# SRS 489 Visa Queries



## bossshakil (Nov 8, 2014)

I am one of the unlucky person who couldn't apply for NSW SS-190 in October intake . I cannot wait and watch the same situation in February opening. My occupation is "Mechanical Engineer" and IELTS minimum score is 6.5. So I have only one option open to apply now, 489-regional. And for my profession, only Southern Inland - NSW is offering for the SRS . before I proceed I have few questions in my mind which needs to be clarified. 

1. My Understanding is the visa will be valid for 4 years. Am I right?
2. My understanding is that to be eligible for the pathway-887 visa, I have to work-full time for 1 year in Southern Inland area + Live for 2 years in Southern Inland. Am I right?
3. Can this condition be done anytime within 4 years?
4. Can I live outside Southern Inland for a duration of time, say 1 year?
5. Can I work in metropolitan areas? Or do I have to work only in the regional areas? Or do I have to work only in Southern Inland?
6. If I don't have any work in the regional areas and I need to earn money, cannot I go to Sydney temporarily and work/Live there?
7. Can I live anywhere in the whole southern Inland areas and show it as evidence of living 2 years for the pathway visa? Or will they restrict to any specific town?
8. There is town called Queanbeyan in southern inland, which is only 15 Km from Canberra. Can I live in Queanbeyan and work in canberra for some time to earn some money?
9. Why this area, Southern Inland, offering SRS for all types of Engineering occupation? Is it an Industrial area? Is the infra-structure is being developed recently? Is it a fast developing area? How is the economic condition? Where is most of the Industries located in Southern-Inland? Which types of Industries are there?
10. Is there any University in that region? 
11. Can I study in Sydney or Canberra with this 489 Visa?
12. Can my wife do job/Study in Sydney or Canberra??
13. What are the other drawbacks of 489 visa other than this living/working barrier?

I know I have asked so many questions. But I have seen that peoples of this forum are kind enough to reply any types of queries  

Regards
Shakil


----------



## GinjaNINJA (Apr 29, 2014)

Why 489 reginal sponsored (nSW) when other states are open for Mechnical Engg - 190 nomination like Victoria , tasmania , NT and Western Australia. Isnt it better to live and work in any of these states on 190 than being on 489 RS visa .


----------



## _shel (Mar 2, 2014)

You must live and work in the regional area. Working outside of that area will be a breach of your visa conditions and make your visa liable for cancellation.


----------



## bossshakil (Nov 8, 2014)

GinjaNINJA said:


> Why 489 reginal sponsored (nSW) when other states are open for Mechnical Engg - 190 nomination like Victoria , tasmania , NT and Western Australia. Isnt it better to live and work in any of these states on 190 than being on 489 RS visa .

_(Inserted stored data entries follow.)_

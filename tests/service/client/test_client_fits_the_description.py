"""The client asks for what `service/openapi.json` describes, and reads what is answered by it."""

import dataclasses
import inspect
import json
import re
from collections.abc import Callable
from contextlib import suppress
from datetime import UTC, datetime
from pathlib import Path
from typing import Any, get_type_hints, is_typeddict
from urllib.parse import parse_qs

import pytest

from service.client import (
    Act,
    AnswerUnusable,
    Check,
    LatePreview,
    Load,
    Note,
    Person,
    Provision,
    RecheckedFlight,
    Remedies,
    Remedy,
    Settings,
    Tarebook,
    Token,
    documents,
)
from service.client.shapes import Aircraft, Delivery, LoadLine, Subscription, Version
from tests.service.client.told_server import Turn, telling

DESCRIBED: dict[str, Any] = json.loads(
    (Path(__file__).parents[3] / "service" / "openapi.json").read_text("utf-8")
)
SHAPES = DESCRIBED["components"]["schemas"]
DOCUMENTS = [
    one for one in vars(documents).values() if is_typeddict(one) and one.__module__ == documents.__name__
]
NOT_IN_ANSWER = {"body", "etag"}  # the client's own


@pytest.mark.parametrize("document", DOCUMENTS, ids=lambda one: one.__name__)
def test_a_document_has_the_fields_described(document: Any) -> None:
    described = SHAPES[document.__name__]

    assert set(get_type_hints(document)) == set(described["properties"])
    assert document.__required_keys__ == set(described.get("required", ()))


@pytest.mark.parametrize(
    ("shape", "name"),
    [
        (Check, "Check"),
        (Aircraft, "AircraftLine"),
        (Version, "LoadingBasisLine"),
        (Version, "EmptyWeightLine"),
        (Delivery, "DeliveryAnswer"),
        (RecheckedFlight, "RecheckedFlight"),
        (Remedies, "LoadRemedies"),
        (Remedy, "Remedy"),
        (LatePreview, "LatePreview"),
        (Note, "NoteAnswer"),
        (Act, "ActLine"),
        (Person, "PersonLine"),
        (Token, "TokenLine"),
        (Settings, "SettingsAnswer"),
    ],
)
def test_what_is_read_is_always_answered(shape: Any, name: str) -> None:
    fields = {field.name for field in dataclasses.fields(shape)} - NOT_IN_ANSWER

    assert fields - set(SHAPES[name]["required"]) == set()


def test_a_load_and_a_line_of_the_list_are_always_answered_with_what_is_read() -> None:
    computed = {"verdict", "digest", "governing", "checks"}
    assert computed - set(SHAPES["AssessedAnswer"]["required"]) == set()
    assert computed | {"id", "state", "replaces", "manifest"} <= set(SHAPES["LoadAnswer"]["required"])
    of_flight = {"reference", "leg", "departure"}
    line = {field.name for field in dataclasses.fields(LoadLine)} - NOT_IN_ANSWER - of_flight
    assert line | {"step", "flight"} <= set(SHAPES["LoadSummary"]["required"])
    assert of_flight <= set(SHAPES["Flight"]["required"])


NUMBER = "01a23107-3d72-7a66-8157-3ea0a197a14a"
SEEN = Load("within", "d", {}, (), {}, NUMBER, "open", '"1"', None, None, False)
VERSION = Version(NUMBER, "d", {})
HOOK = Subscription(NUMBER, "https://x.example", ("load.rejected",), "live")
LAID = Provision(NUMBER, "permit", 1, "2026-01-01T00:00:00Z", None, False, False, "d", {})
PREVIEW = LatePreview("within", "d", 2, (), "", {})
PERSON = Person(7, "r.amani", "R. Amani", True, ())
TOKEN = Token(3, "planner", "person:7", True, (), {})
AT = datetime(2026, 12, 1, tzinfo=UTC)
CALLS: dict[str, Callable[[Tarebook], object]] = {
    "assess": lambda made: made.assess({}),
    "submit": lambda made: made.submit({}),
    "revise": lambda made: made.revise(SEEN, {}, "bags"),
    "assess_again": lambda made: made.assess_again(SEEN),
    "sign": lambda made: made.sign(SEEN, "prepared", "pw"),
    "withdraw": lambda made: made.withdraw(SEEN, "weather"),
    "depart": lambda made: made.depart(SEEN, AT),
    "load": lambda made: made.load(NUMBER),
    "loads": lambda made: list(
        made.loads(
            aircraft="Q9-KTB",
            departing_from=AT,
            departing_before=AT,
            state="open",
            verdict="within",
            reference="K",
        )
    ),
    "manifest": lambda made: made.manifest(SEEN, issue=1),
    "aircraft": lambda made: made.aircraft(),
    "one_aircraft": lambda made: made.one_aircraft("Q9/KTB"),
    "empty_weights": lambda made: made.empty_weights("Q9-KTB", at=AT, as_known_at=AT),
    "enter_aircraft": lambda made: made.enter_aircraft({}),
    "enter_loading_basis": lambda made: made.enter_loading_basis("Q9-KTB", {}),
    "approve_loading_basis": lambda made: made.approve_loading_basis("Q9-KTB", VERSION, "seen", true_from=AT),
    "enter_empty_weight": lambda made: made.enter_empty_weight("Q9-KTB", {}),
    "approve_empty_weight": lambda made: made.approve_empty_weight("Q9-KTB", VERSION, "seen"),
    "provisions": lambda made: made.provisions("restrictions", "Q9-KTB", at=AT, as_known_at=AT),
    "enter_provision": lambda made: made.enter_provision("standard-weights", {}),
    "approve_provision": lambda made: made.approve_provision("permits", LAID, "seen", "Q9-KTB"),
    "end_provision": lambda made: made.end_provision("restrictions", LAID, "fixed", "Q9-KTB", true_from=AT),
    "preview_late_change": lambda made: made.preview_late_change(SEEN, {}),
    "change_late": lambda made: made.change_late(SEEN, {}, PREVIEW, "pw"),
    "write_note": lambda made: made.write_note(SEEN, "a bag too many"),
    "ask_recheck": lambda made: made.ask_recheck("Q9-KTB", empty_weight=NUMBER, since=AT, reason="scale"),
    "remedies": lambda made: made.remedies(NUMBER),
    "recheck": lambda made: made.recheck(NUMBER),
    "rechecked_flights": lambda made: list(made.rechecked_flights(NUMBER)),
    "recheck_table": lambda made: made.recheck_table(NUMBER),
    "trail": lambda made: list(
        made.trail(about="load:1", actor="person:7", kind="accept-load", since=AT, before=AT)
    ),
    "entry": lambda made: made.entry(NUMBER),
    "who_am_i": lambda made: made.who_am_i(),
    "people": lambda made: made.people(),
    "person": lambda made: made.person(7),
    "enter_person": lambda made: made.enter_person({}),
    "change_duty": lambda made: made.change_duty(PERSON, "pilot", "checked out", granted=True, since=AT),
    "deactivate": lambda made: made.deactivate(PERSON, "left"),
    "tokens": lambda made: made.tokens(),
    "revoke_token": lambda made: made.revoke_token(TOKEN, "lost"),
    "settings": lambda made: made.settings(at=AT, as_known_at=AT),
    "change_settings": lambda made: made.change_settings(Settings(1, '"1"', {}), {}),
    "webhooks": lambda made: made.webhooks(),
    "subscribe": lambda made: made.subscribe("https://x.example", ["load.rejected"]),
    "new_webhook_secret": lambda made: made.new_webhook_secret(HOOK),
    "resume_webhook": lambda made: made.resume_webhook(HOOK),
    "end_webhook": lambda made: made.end_webhook(HOOK),
    "deliveries": lambda made: list(made.deliveries(HOOK, state="parked")),
    "replay": lambda made: made.replay(HOOK, Delivery(NUMBER, "m", "load.rejected", "load:1", "parked")),
}


def test_every_method_is_tried_here() -> None:
    public = {name for name, _ in inspect.getmembers(Tarebook, inspect.isfunction) if name[0] != "_"}

    assert set(CALLS) == public


@pytest.mark.parametrize("name", CALLS)
def test_a_method_asks_for_what_is_described_with_all_that_is_required(name: str) -> None:
    with telling(Turn(200, {})) as server, suppress(AnswerUnusable):
        CALLS[name](Tarebook(server.address, "t"))  # an empty answer is enough: what counts is what was asked

    (asked,) = server.asked
    path, _, query = asked.path.partition("?")
    (operation,) = [
        operations[asked.method.lower()]
        for form, operations in DESCRIBED["paths"].items()
        if re.fullmatch(re.sub(r"\{\w+\}", "[^/.]+", form), path) and asked.method.lower() in operations
    ]
    parameters = operation.get("parameters", ())
    headers = {one["name"] for one in parameters if one["in"] == "header" and one.get("required")}
    assert headers - set(asked.headers) == set()
    assert set(parse_qs(query)) - {one["name"] for one in parameters if one["in"] == "query"} == set()
    assert ("requestBody" in operation) == bool(asked.body)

Victoria and WA asked for IELTS 7 in each band. Tasmania needs job offer and NT - I dont understand at all..:wacko:


----------



## bossshakil (Nov 8, 2014)

_shel said:


> You must live and work in the regional area. Working outside of that area will be a breach of your visa conditions and make your visa liable for cancellation.

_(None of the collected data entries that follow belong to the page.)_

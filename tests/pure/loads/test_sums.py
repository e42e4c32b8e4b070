"""The sums that decide and the lines that are read say the same."""

from dataclasses import replace
from fractions import Fraction

from hypothesis import given

from loads.balance.aboard import Declared
from loads.balance.declared import read_load
from loads.balance.footing import Rigging
from loads.balance.sums import Sums, sums_without_fuel
from loads.balance.sumsheet import lines_without_fuel
from tests.pure.loads.making import load, twin, twin_empty
from tests.pure.loads.test_properties import loads, plenty

F = Fraction
BASIS, EMPTY = twin(), twin_empty()


def of_lines(declared: Declared) -> Sums:
    """The sums of the lines, added one by one."""
    aboard = lines_without_fuel(declared, EMPTY)
    lines = (*aboard.operating, *aboard.payload)
    return Sums(*(sum(parts, F(0)) for parts in zip(*(line[3:4] + line[5:7] for line in lines), strict=True)))


@plenty
@given(loads())
def test_the_lines_add_up_to_the_sums(document: dict[str, object]) -> None:
    declared = read_load(document, BASIS)
    assert sums_without_fuel(declared, EMPTY) == of_lines(declared)


def test_infants_restraints_what_a_table_adds_rigging_and_what_is_removed_are_in_both() -> None:
    declared = read_load(load(), BASIS)
    first, second = declared.passengers
    (bags,) = declared.items
    assert second.lap_infant is not None
    declared = replace(
        declared,
        passengers=(replace(first, restraint=F(11), added=F(6)), replace(second, added=F("0.7"))),
        items=(
            replace(bags, rigging=(Rigging("net", F("2.5"), "/items/0/net"),)),
            replace(bags, weight=F(-40), removed=True),
        ),
    )
    assert sums_without_fuel(declared, EMPTY) == of_lines(declared)


def test_one_weight_that_is_not_known_leaves_no_sum() -> None:
    declared = read_load(load(), BASIS)
    unknown = replace(declared.passengers[0], weight=None)
    assert sums_without_fuel(replace(declared, passengers=(unknown,)), EMPTY) is None
    assert sums_without_fuel(declared, None) is None
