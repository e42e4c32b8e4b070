"""Revoking a bearer token, for good, with every secret it has."""

from fleet.actions.issue_token import refuse_meddling
from fleet.acts import REVOKE_TOKEN
from fleet.models import Token
from fleet.queries.tokens import token_of
from records.act import act
from records.actor import Actor
from records.refusal import StepRefused


def revoke_token(by: Actor, number: int, *, reason: str) -> Token:
    """This function will revoke the token with that number; it serves nobody from then on.

    Raises NotKnown (no such token, or another operator's), NotAllowed (another person's) and StepRefused
    (revoked before).
    """
    token = token_of(None if by.kind == "service" else by.chain, number)
    refuse_meddling(by, token.person, integration=token.integration)
    with act(REVOKE_TOKEN, by=by, about=f"token:{token.pk}", reason=reason) as entry:
        # Counted in the database: of two who revoke at once, one is told that it was done.
        if not Token.objects.filter(pk=token.pk, revoked_at__isnull=True).update(revoked_at=entry.at):
            raise StepRefused("token-already-revoked", "This token was revoked before.")
        token.revoked_at = entry.at
    return token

Can I work in any Regional area or only in the designated regional area?? If I have to work only in Regional area than why they give 4 years visa and condition is to work 1 year to get PR?


----------



## _shel (Mar 2, 2014)

bossshakil said:


> Can I work in any Regional area or only in the designated regional area?? If I have to work only in Regional area than why they give 4 years visa and condition is to work 1 year to get PR?


 They give 4 years because not everyone moves to Australia immediately. They place the conditions on it because they can and it is what Australia needs. This visa is about fulfilling the states needs not yours. 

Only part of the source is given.